• **YOUR TASK**:
Which lines of the data below contain "useViewer"? Please show them all.

• **SOURCE MATERIAL**:
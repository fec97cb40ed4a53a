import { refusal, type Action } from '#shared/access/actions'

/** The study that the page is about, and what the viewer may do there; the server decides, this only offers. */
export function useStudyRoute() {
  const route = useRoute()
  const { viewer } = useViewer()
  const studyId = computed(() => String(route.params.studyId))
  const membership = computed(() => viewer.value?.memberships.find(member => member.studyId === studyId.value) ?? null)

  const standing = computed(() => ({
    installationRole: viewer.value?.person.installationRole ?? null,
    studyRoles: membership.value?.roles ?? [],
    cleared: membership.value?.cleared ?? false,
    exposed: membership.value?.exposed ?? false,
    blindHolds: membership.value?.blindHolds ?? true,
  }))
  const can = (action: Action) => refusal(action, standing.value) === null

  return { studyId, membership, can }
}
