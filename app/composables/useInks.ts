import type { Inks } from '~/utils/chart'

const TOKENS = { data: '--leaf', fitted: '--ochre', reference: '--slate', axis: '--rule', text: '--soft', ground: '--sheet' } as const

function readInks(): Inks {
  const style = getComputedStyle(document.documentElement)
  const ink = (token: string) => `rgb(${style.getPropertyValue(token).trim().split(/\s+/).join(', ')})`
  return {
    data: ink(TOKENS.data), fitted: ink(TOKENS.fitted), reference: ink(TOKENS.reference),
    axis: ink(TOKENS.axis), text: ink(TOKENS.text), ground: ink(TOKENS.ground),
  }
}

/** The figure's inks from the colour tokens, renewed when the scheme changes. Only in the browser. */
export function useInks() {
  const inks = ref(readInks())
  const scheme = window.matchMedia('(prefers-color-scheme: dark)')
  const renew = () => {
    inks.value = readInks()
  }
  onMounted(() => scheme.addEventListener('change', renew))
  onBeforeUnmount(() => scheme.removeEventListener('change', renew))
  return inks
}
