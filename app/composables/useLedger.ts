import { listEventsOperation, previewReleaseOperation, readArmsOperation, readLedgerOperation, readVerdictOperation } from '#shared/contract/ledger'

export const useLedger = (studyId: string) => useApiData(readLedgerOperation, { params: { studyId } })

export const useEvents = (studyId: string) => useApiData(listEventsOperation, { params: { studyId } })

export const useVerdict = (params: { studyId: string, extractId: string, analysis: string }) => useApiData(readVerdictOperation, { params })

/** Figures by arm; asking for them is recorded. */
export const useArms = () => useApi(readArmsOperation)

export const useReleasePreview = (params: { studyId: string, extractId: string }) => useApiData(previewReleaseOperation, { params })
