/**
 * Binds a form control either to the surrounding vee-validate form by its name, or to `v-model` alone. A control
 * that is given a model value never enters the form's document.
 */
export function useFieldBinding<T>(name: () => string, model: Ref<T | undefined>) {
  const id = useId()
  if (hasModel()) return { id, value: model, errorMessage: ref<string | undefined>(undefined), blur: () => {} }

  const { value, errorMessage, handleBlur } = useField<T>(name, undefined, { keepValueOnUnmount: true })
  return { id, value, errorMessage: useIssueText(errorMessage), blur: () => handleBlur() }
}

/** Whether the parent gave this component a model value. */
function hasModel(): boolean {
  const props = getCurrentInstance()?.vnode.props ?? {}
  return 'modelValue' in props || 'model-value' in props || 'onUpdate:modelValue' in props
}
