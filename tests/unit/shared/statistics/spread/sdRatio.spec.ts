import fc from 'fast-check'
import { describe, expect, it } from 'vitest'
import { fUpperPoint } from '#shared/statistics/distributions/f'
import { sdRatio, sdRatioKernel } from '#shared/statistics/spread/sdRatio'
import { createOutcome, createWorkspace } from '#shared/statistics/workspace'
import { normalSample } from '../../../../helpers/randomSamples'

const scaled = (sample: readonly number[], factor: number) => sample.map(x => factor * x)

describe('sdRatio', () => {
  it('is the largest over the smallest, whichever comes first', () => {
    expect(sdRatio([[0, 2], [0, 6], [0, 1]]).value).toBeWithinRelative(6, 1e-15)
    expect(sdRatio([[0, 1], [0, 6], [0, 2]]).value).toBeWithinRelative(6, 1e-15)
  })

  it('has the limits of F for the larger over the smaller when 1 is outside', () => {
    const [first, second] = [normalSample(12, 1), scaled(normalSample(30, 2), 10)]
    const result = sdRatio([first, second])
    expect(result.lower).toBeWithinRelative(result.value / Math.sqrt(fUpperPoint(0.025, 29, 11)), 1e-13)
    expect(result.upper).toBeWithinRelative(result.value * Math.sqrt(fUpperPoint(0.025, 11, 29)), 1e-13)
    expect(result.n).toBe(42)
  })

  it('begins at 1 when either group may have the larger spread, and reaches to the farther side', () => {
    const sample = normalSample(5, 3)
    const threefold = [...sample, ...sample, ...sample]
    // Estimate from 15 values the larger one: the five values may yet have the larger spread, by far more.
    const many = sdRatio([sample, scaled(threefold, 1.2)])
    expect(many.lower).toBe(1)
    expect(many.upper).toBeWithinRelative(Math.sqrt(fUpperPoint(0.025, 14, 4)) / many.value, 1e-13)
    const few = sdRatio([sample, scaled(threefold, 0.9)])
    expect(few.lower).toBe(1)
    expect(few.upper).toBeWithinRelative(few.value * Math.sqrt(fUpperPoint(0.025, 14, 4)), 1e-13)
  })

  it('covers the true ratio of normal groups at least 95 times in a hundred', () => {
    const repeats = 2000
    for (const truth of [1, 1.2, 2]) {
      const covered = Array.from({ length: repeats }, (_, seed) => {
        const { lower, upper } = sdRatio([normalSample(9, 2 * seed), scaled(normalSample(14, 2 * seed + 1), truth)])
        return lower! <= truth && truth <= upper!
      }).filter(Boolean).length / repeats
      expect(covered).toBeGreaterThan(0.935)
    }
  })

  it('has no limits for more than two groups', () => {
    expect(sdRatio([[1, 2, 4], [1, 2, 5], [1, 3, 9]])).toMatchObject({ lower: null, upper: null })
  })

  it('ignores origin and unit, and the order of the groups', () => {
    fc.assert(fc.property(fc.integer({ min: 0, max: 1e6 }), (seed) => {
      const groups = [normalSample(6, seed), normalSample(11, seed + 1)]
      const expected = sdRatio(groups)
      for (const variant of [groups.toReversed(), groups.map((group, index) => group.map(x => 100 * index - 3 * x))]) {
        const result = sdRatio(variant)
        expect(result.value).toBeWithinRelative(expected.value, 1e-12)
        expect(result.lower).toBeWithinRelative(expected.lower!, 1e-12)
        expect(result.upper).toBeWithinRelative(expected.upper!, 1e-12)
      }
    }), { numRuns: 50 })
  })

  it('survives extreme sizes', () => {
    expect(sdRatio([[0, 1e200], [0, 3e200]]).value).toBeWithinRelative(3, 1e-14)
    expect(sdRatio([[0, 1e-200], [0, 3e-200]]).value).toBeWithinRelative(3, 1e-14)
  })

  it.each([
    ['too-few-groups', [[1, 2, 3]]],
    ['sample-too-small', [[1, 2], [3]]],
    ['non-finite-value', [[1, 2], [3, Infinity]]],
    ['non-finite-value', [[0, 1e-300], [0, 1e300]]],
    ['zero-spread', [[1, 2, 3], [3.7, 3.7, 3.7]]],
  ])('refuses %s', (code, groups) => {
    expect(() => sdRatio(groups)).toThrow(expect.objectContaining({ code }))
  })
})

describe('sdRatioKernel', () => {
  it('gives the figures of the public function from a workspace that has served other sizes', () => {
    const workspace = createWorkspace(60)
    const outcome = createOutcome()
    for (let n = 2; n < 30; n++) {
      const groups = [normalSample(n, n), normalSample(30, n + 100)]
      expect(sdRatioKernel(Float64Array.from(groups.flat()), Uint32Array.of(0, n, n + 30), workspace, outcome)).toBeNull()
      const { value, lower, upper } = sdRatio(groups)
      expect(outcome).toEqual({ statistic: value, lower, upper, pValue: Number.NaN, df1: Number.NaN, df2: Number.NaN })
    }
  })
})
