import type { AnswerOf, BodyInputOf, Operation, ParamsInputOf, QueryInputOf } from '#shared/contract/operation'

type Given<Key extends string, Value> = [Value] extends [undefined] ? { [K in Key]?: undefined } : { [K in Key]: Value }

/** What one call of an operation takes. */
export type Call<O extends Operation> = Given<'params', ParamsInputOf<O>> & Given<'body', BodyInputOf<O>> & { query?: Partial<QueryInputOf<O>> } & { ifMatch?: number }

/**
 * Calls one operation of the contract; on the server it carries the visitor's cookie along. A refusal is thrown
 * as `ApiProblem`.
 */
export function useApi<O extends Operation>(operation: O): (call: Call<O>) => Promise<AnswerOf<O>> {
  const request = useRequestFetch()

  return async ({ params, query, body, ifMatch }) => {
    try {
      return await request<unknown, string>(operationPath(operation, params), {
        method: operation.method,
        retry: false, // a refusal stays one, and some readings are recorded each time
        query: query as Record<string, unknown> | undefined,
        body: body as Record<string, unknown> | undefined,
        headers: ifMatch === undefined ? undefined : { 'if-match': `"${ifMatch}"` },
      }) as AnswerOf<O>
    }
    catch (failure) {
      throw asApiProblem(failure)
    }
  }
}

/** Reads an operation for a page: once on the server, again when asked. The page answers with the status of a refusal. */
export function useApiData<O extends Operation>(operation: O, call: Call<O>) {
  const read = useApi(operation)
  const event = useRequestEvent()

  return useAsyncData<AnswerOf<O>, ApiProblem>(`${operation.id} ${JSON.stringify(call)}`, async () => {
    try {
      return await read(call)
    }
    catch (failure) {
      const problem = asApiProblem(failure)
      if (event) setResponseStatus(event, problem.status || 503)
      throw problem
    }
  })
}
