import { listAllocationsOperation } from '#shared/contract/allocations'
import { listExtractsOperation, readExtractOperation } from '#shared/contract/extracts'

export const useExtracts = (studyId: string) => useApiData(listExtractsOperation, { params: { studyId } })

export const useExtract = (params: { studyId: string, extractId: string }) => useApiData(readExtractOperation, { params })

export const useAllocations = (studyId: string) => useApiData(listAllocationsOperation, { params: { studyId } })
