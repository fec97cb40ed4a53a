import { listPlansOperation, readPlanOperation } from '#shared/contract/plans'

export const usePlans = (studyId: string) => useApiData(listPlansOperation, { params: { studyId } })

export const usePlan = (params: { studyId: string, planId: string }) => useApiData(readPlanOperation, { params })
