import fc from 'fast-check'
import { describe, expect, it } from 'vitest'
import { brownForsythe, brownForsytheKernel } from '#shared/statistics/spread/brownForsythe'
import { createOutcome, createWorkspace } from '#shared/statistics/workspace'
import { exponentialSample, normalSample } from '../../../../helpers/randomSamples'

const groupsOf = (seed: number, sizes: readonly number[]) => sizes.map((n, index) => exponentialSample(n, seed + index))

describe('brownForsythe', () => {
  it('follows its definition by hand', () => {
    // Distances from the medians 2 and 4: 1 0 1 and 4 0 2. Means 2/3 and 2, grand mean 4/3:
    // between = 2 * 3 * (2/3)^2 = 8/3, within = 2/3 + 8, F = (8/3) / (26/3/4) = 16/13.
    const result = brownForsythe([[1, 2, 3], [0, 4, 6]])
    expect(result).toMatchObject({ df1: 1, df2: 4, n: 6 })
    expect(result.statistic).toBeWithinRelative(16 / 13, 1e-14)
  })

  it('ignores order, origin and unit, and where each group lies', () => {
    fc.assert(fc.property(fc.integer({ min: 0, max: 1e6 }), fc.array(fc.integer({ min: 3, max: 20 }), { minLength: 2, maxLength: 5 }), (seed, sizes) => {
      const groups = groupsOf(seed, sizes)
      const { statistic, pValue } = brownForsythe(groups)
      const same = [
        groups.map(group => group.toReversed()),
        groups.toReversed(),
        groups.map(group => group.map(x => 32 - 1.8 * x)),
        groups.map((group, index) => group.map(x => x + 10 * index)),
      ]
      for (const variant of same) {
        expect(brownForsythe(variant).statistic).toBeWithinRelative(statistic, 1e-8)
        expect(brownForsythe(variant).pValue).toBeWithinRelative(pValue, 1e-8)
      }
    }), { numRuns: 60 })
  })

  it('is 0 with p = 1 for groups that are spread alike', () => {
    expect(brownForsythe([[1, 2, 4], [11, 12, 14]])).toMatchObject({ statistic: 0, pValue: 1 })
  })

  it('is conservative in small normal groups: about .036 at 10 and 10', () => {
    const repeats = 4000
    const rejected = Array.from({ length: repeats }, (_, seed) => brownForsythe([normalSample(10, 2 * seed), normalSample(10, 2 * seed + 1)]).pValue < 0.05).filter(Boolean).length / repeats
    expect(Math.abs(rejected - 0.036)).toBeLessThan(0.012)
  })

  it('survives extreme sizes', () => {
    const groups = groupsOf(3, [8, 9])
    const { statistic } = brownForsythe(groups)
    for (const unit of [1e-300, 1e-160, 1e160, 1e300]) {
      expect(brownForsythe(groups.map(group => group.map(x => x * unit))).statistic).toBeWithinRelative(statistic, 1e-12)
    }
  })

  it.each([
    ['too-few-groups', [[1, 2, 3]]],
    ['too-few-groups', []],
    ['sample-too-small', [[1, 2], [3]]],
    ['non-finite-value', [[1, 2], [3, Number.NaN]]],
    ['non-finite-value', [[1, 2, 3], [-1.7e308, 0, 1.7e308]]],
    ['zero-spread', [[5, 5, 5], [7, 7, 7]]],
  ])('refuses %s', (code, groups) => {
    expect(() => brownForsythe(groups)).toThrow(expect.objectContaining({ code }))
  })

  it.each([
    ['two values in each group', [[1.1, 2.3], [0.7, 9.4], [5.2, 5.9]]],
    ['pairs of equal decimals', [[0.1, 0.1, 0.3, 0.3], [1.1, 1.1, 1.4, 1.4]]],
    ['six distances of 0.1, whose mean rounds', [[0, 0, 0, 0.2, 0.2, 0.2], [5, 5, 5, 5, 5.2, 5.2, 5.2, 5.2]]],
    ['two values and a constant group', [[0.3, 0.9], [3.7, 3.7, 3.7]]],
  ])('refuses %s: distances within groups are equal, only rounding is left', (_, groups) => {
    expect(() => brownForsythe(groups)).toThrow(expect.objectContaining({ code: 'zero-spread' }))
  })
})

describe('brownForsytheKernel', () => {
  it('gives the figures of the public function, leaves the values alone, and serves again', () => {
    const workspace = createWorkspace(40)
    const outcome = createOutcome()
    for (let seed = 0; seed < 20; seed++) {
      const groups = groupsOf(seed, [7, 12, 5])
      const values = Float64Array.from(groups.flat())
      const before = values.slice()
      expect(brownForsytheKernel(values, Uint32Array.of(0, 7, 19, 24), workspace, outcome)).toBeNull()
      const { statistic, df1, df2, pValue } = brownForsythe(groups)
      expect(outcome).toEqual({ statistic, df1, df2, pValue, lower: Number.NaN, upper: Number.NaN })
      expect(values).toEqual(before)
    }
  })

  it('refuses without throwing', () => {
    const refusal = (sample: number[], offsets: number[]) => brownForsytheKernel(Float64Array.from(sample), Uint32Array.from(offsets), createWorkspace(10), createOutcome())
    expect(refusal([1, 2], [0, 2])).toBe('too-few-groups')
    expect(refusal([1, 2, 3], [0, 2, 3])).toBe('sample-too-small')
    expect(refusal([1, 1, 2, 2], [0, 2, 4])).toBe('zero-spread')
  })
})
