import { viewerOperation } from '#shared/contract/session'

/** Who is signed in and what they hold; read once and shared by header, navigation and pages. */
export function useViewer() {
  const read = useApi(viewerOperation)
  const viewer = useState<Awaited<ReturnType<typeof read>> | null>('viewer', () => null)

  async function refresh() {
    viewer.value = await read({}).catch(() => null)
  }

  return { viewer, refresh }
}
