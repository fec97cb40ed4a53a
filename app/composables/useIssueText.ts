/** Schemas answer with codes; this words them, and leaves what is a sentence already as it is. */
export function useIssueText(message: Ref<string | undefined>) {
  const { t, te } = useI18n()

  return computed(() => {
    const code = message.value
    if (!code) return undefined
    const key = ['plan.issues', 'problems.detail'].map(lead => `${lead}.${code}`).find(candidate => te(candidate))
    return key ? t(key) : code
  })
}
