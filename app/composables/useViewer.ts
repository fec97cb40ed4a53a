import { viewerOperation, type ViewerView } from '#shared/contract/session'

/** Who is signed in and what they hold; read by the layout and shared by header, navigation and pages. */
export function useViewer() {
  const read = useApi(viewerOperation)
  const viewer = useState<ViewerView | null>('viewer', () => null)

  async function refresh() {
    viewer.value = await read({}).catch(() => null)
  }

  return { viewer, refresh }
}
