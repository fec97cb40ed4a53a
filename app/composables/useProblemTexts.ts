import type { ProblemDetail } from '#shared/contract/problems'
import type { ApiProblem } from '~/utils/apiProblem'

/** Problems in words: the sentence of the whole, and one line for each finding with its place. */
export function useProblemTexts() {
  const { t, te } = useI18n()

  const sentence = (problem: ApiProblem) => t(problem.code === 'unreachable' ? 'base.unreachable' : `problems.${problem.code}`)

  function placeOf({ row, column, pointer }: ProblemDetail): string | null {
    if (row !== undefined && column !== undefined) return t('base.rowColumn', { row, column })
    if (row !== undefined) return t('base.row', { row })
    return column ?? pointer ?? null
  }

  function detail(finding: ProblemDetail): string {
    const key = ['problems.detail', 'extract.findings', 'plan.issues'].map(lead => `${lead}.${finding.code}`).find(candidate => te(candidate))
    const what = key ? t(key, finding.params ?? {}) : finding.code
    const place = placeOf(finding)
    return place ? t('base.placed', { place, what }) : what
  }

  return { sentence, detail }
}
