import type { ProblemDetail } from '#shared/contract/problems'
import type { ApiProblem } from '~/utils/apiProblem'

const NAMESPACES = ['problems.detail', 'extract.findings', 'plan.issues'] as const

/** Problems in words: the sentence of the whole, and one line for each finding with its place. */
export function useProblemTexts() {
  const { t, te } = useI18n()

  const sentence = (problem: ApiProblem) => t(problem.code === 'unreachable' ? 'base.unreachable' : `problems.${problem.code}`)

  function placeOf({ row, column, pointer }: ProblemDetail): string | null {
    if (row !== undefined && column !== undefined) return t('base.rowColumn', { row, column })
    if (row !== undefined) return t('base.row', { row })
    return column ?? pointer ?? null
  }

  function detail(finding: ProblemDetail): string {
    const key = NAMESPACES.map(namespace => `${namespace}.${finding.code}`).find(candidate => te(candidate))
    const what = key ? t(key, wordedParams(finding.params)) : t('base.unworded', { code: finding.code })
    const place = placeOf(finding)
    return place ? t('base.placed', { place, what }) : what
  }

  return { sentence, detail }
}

• **REPLY TO THE TASK**:
  const { viewer } = useViewer()
export function useViewer() {
filename app/composables/useViewer.ts
export function useViewer() {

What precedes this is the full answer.